Lari freaking out because that girl in the right of the frame isn't standing behind her
Shadows of the past
We ask our guide what he thinks happened to the Tsar and his family; there are so many amazing stories about their possible survival. Anastasia, the Tsar’s daughter is the best known one, but little evidence supports the idea. It seems more the realm of people spotting Elvis Presley and Jimi Hendrix having a chat at the back of a convenience store late at night. His preferred story is the one of the doppelgangers, that the Bolsheviks never had the real family, just the twin family used to ensure safety on long trips. I was surprised at this, there’s no evidence to support it, in particular you would have expected the former Tsar to be living in exile somewhere – as has happened with so many other regime changes. As soon as the Soviet Union disintegrated, you would have had the descendants trying to claim the throne. There have been a number of claimants to the Russian throne, but none have been proven or established as anything more than a dedicated confidence trick, which makes me discount the theory. The reality is the Romanov family were ruthless, paranoid tyrants who thought nothing of sacrificing vast numbers of their people to starvation, war and work camps. Deportation to Siberian gulags was not a Bolshevik invention; they just continued the Tsar’s idea. I suppose the only question that remains is if anything ever really changed, to which the answer seems to be; not really.
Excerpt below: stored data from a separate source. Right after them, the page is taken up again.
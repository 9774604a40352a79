"""The one owner of the analysis state: documents and what is derived from them.

An :class:`AnalysisHost` takes inputs (a document opened, edited by exact
ranges, closed; the settings that govern it; results computed outside the
rules) and hands out immutable :class:`Snapshot`s of the review.  Everything a
review leaves for the next one (findings per annotation text, findings at
their offsets, complete reviews, the last documents' Markdown blocks) lives
in the host's :class:`~notelsp.review.document.ReviewMemory`, so two hosts
share nothing and a fresh host is a fresh start.  Pure: the host reads no file
and no clock; the server and the command line read them and hand them in.
"""

from __future__ import annotations

from collections.abc import Iterable, Mapping
from dataclasses import dataclass, field, replace
from types import MappingProxyType
from typing import TYPE_CHECKING, Callable

from ..notation.model import Annotation, Span
from .document import DocumentKind, DocumentReview, ReviewMemory, review_around, review_text
from .findings import Finding
from .settings import Settings

if TYPE_CHECKING:  # only the type: computed results are an input
    from ..compute.result import ComputedSpecies

Edit = tuple[int, int, str]  # replace text[start:end] (code points) with the string
_EMPTY: Mapping = MappingProxyType({})


@dataclass(frozen=True, slots=True)
class OpenDocument:
    uri: str
    version: int | None
    text: str
    kind: DocumentKind


@dataclass(frozen=True)
class Snapshot:
    """One document's review as it stood: nothing in it changes after it is handed out."""

    document: OpenDocument
    settings: Settings
    review: DocumentReview
    checked: tuple[Finding, ...] = ()  # cross-check findings whose annotation is still there unchanged

    @property
    def findings(self) -> tuple[Finding, ...]:
        """The review's findings, then the cross-checks'."""
        return self.review.findings + self.checked if self.checked else self.review.findings

    def annotation_at(self, offset: int) -> Annotation | None:
        return self.review.annotation_at(offset)


@dataclass(frozen=True)
class _Inputs:  # replaced whole on every input, so a reader on another thread sees one consistent set
    document: OpenDocument
    settings: Settings = field(default_factory=Settings)
    computed: Mapping[str, "ComputedSpecies"] = field(default_factory=lambda: _EMPTY)
    checked: Mapping[str, tuple[Finding, ...]] = field(default_factory=lambda: _EMPTY)  # annotation text -> findings from its start


class AnalysisHost:
    """Takes edits, hands out snapshots; the only owner of the review path's state."""

    def __init__(self) -> None:
        self.memory = ReviewMemory()
        self._inputs: dict[str, _Inputs] = {}

    # --- inputs -----------------------------------------------------------------------

    def open(self, uri: str, version: int | None, text: str, kind: DocumentKind) -> None:
        previous = self._inputs.get(uri)
        if previous is None:
            self._inputs[uri] = _Inputs(OpenDocument(uri, version, text, kind))
        else:  # opened again (or read afresh): settings and computed results stay until changed
            self._inputs[uri] = replace(previous, document=OpenDocument(uri, version, text, kind))

    def apply_change(self, uri: str, version: int | None, edits: Iterable[Edit]) -> None:
        """Apply ``edits`` in order, each by code-point offsets into the text as the previous one left it."""
        inputs = self._inputs[uri]
        old = text = inputs.document.text
        prefix = suffix = len(text)  # unchanged at either end, counted in the text so far
        for start, end, new in edits:
            if not 0 <= start <= end <= len(text):
                raise ValueError(f"edit {start}..{end} outside a text of {len(text)} characters")
            prefix, suffix = min(prefix, start), min(suffix, len(text) - end)
            text = text[:start] + new + text[end:]
        limit = min(len(old), len(text))
        prefix = min(prefix, limit)
        suffix = min(suffix, limit - prefix)
        if text is not old:
            self.memory.blocks.expect_edit(old, text, prefix, suffix)
        self._inputs[uri] = replace(inputs, document=OpenDocument(uri, version, text, inputs.document.kind))

    def close(self, uri: str) -> None:
        self._inputs.pop(uri, None)

    def set_settings(self, uri: str, settings: Settings) -> None:
        if self._inputs[uri].settings != settings:
            self._inputs[uri] = replace(self._inputs[uri], settings=settings)

    def set_computed(self, uri: str, computed: Mapping[str, "ComputedSpecies"]) -> None:
        """Geometries computed outside the rules for the species the document names (keyed as written)."""
        self._inputs[uri] = replace(self._inputs[uri], computed=MappingProxyType(dict(computed)) if computed else _EMPTY)

    def set_checked(self, uri: str, checked: Mapping[str, tuple[Finding, ...]]) -> None:
        """Cross-check findings by annotation text, offsets from the annotation's start (dropped when the
        document closed meanwhile: a calculation may outlast it)."""
        if uri not in self._inputs:
            return
        self._inputs[uri] = replace(self._inputs[uri], checked=MappingProxyType(dict(checked)) if checked else _EMPTY)

    # --- readers ----------------------------------------------------------------------

    def uris(self) -> tuple[str, ...]:
        """The open documents."""
        return tuple(self._inputs)

    def document(self, uri: str) -> OpenDocument | None:
        inputs = self._inputs.get(uri)
        return None if inputs is None else inputs.document

    def settings(self, uri: str) -> Settings | None:
        inputs = self._inputs.get(uri)
        return None if inputs is None else inputs.settings

    def computed(self, uri: str) -> Mapping[str, "ComputedSpecies"]:
        inputs = self._inputs.get(uri)
        return _EMPTY if inputs is None else inputs.computed

    def checked(self, uri: str) -> Mapping[str, tuple[Finding, ...]]:
        inputs = self._inputs.get(uri)
        return _EMPTY if inputs is None else inputs.checked

    def snapshot(self, uri: str, more_time: Callable[[int], bool] | None = None,
                 around: Span | None = None) -> Snapshot | None:
        """The document's review, None when it is not open.

        ``more_time``: as for ``review_text`` (the review may stop early).  ``around``: only the
        annotations touching that span are reviewed (the complete review when one is at hand).
        """
        inputs = self._inputs.get(uri)
        if inputs is None:
            return None
        document = inputs.document
        computed = inputs.computed or None
        if around is None:
            review = review_text(document.text, document.kind, inputs.settings, more_time, computed, self.memory)
        else:
            review = review_around(document.text, document.kind, inputs.settings, around, computed, self.memory)
        return Snapshot(document, inputs.settings, review, _placed_checks(document.text, review, inputs.checked))

    def review(self, uri: str) -> DocumentReview | None:
        snapshot = self.snapshot(uri)
        return None if snapshot is None else snapshot.review

    def findings(self, uri: str) -> tuple[Finding, ...]:
        snapshot = self.snapshot(uri)
        return () if snapshot is None else snapshot.findings

    def annotation_at(self, uri: str, offset: int) -> Annotation | None:
        snapshot = self.snapshot(uri, around=Span(offset, offset))
        return None if snapshot is None else snapshot.annotation_at(offset)

    def review_text(self, text: str, kind: DocumentKind = "markdown", settings: Settings | None = None,
                    more_time: Callable[[int], bool] | None = None,
                    computed: Mapping[str, "ComputedSpecies"] | None = None) -> DocumentReview:
        """A text that is no open document (a file on disk, a notebook's cell), with this host's memory."""
        return review_text(text, kind, settings, more_time, computed, self.memory)


def _placed_checks(text: str, review: DocumentReview, checked: Mapping[str, tuple[Finding, ...]]) -> tuple[Finding, ...]:
    """The cross-check findings of each annotation still there unchanged, placed at it."""
    if not checked:
        return ()
    placed: list[Finding] = []
    for annotation in review.annotations:
        relative = checked.get(text[annotation.span.start : annotation.span.end])
        placed += [finding.shifted(annotation.span.start) for finding in relative or ()]
    return tuple(placed)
Proper Russian Orthodox cross replete with nuns
How many domes does a church need anyway?
We spend an hour or so slowly moving from building to building through the monastery grounds. We only encounter a few of the actual monks, there aren’t many in residence, but the one who approaches us closest has a very curious demeanour. It’s a kind of vicious intensity of being, a focussed existence burning hard and bright. I don’t know how to react to it; I’ve never felt anything like it before. As he passes by I ask our guide if they’re all like that. He admits that Russian monks are quite intense and he’s never really comfortable around them. As we reach the end of the tour we slide slowly out of the gate and look through the inevitable tourist shops for some appropriate souvenir. I was never asked why I wasn’t wearing a skirt the whole time and noticed a few other Russian local men wearing shorts like mine. I ask our guide why they wanted to build a monastery here. He looks thoughtful for a moment and says,
“This is part of the government’s plan to encourage the Russian people to feel strongly about their country again. The church is much more a part of our lives since the end of the union, but most people don’t really believe.”
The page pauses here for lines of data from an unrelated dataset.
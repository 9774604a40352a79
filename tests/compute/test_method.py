"""Package versions read without importlib.metadata agree with importlib.metadata."""

from __future__ import annotations

from importlib import metadata

import pytest

from notelsp.compute import species_cache
from notelsp.compute.method import installed_version, versions


@pytest.mark.parametrize("package", ["tblite", "ase", *species_cache.BUILDERS, "numpy", "markdown-it-py",
                                     "no-such-package-here"])
def test_an_installed_version_is_the_one_importlib_metadata_reads(package):
    try:
        expected = metadata.version(package)
    except metadata.PackageNotFoundError:
        expected = None
    assert installed_version(package) == expected


def test_the_versions_in_every_key_are_those_of_tblite_and_ase():
    assert versions() == (("tblite", metadata.version("tblite")), ("ase", metadata.version("ase")))
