"""What a review returns: findings with their fixes, in document offsets."""

from __future__ import annotations

from enum import Enum
from typing import NamedTuple

from ..notation.model import Span


class Severity(str, Enum):
    ERROR = "error"
    WARNING = "warning"
    INFORMATION = "information"
    HINT = "hint"


# Fix and Finding are named tuples, not dataclasses: a review places every finding of every
# annotation that moved, thousands in a large note, and a tuple is several times cheaper to make.
class Fix(NamedTuple):
    """Replace ``span`` of the document with ``replacement``."""

    title: str
    span: Span
    replacement: str


class Finding(NamedTuple):
    code: str  # the rule's stable kebab-case code
    severity: Severity
    message: str  # one line: the claim and the prediction
    span: Span
    formula: str  # the species as written ("" for errors outside any species)
    claim: str | None = None  # the claim as written, if the finding is about one
    fixes: tuple[Fix, ...] = ()

    def shifted(self, delta: int) -> "Finding":
        """The same finding ``delta`` characters further on, its fixes with it."""
        span = self.span
        moved = Span(span.start + delta, span.end + delta)
        fixes = self.fixes
        if fixes:  # a fix usually replaces just what the finding points at: the same Span, moved once
            fixes = tuple([
                Fix(fix.title, moved if fix.span is span else Span(fix.span.start + delta, fix.span.end + delta), fix.replacement)
                for fix in fixes
            ])
        return Finding(self.code, self.severity, self.message, moved, self.formula, self.claim, fixes)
I ponder that and consider the curious motivations of the government, if they spent more time actually looking after their own population; the whole country would enter a new age.
Hot Russian onion dome action
On the trip back into town we discover how easy it is to acquire fireworks in Russia and we ask our guide if he can tell us where a good shop is. He takes Don’s guide and marks the spot on the map and says,
“This is the best one; if you go here you will be very happy.”
We begin to laugh and feel elated at the prospect of setting off a vast amount of incendiary devices in the middle of Russia. He further advises us,
“The markets near the fireworks shop are worth a visit, but be warned that most of the beautiful stones there, like malachite, that are turned into jewellery and sculptures are from Africa and not Russian at all.”
With that he drops us in the city next to the geological museum, which turns out to be across the road from the second Scottish theme pub in the city. Same name, Gordon’s, slightly different theme and sadly lacking the midgets in kilts in the window. We fill some time by wandering through the geological museum, which does indeed have an amazing array of minerals on display, many of which can only be found in the Ural Mountains. I ponder on buying something made from one of these rare minerals until I see the cost, pushing them to the precious end of the semi-precious stone marketplace. There are some beautiful carved pieces here, all kinds of animals, even some Faberge eggs, but I just can’t justify the excessive cost for something so purely decorative; even if it is absolutely and uniquely Russian.
Can you see the bearded man's face?
Having finished with my nightmarish morning, I sit down at a café and have a drink while I send messages to my missing Australian friends to find out where they are. It turns out that while I was experiencing some first class travelling blues stories, they were sound asleep and only just woke up. I’ll see them in another hour. I spend the time wandering aimlessly through the city again, becoming familiar with its landmarks. I find a ‘Dr Scotch’, Scottish theme pub called “Gordon’s” and giggle as I tell Don about it, since he is half Scottish and shares that surname. I’m impressed that some distant part of his family seems to have made a business here.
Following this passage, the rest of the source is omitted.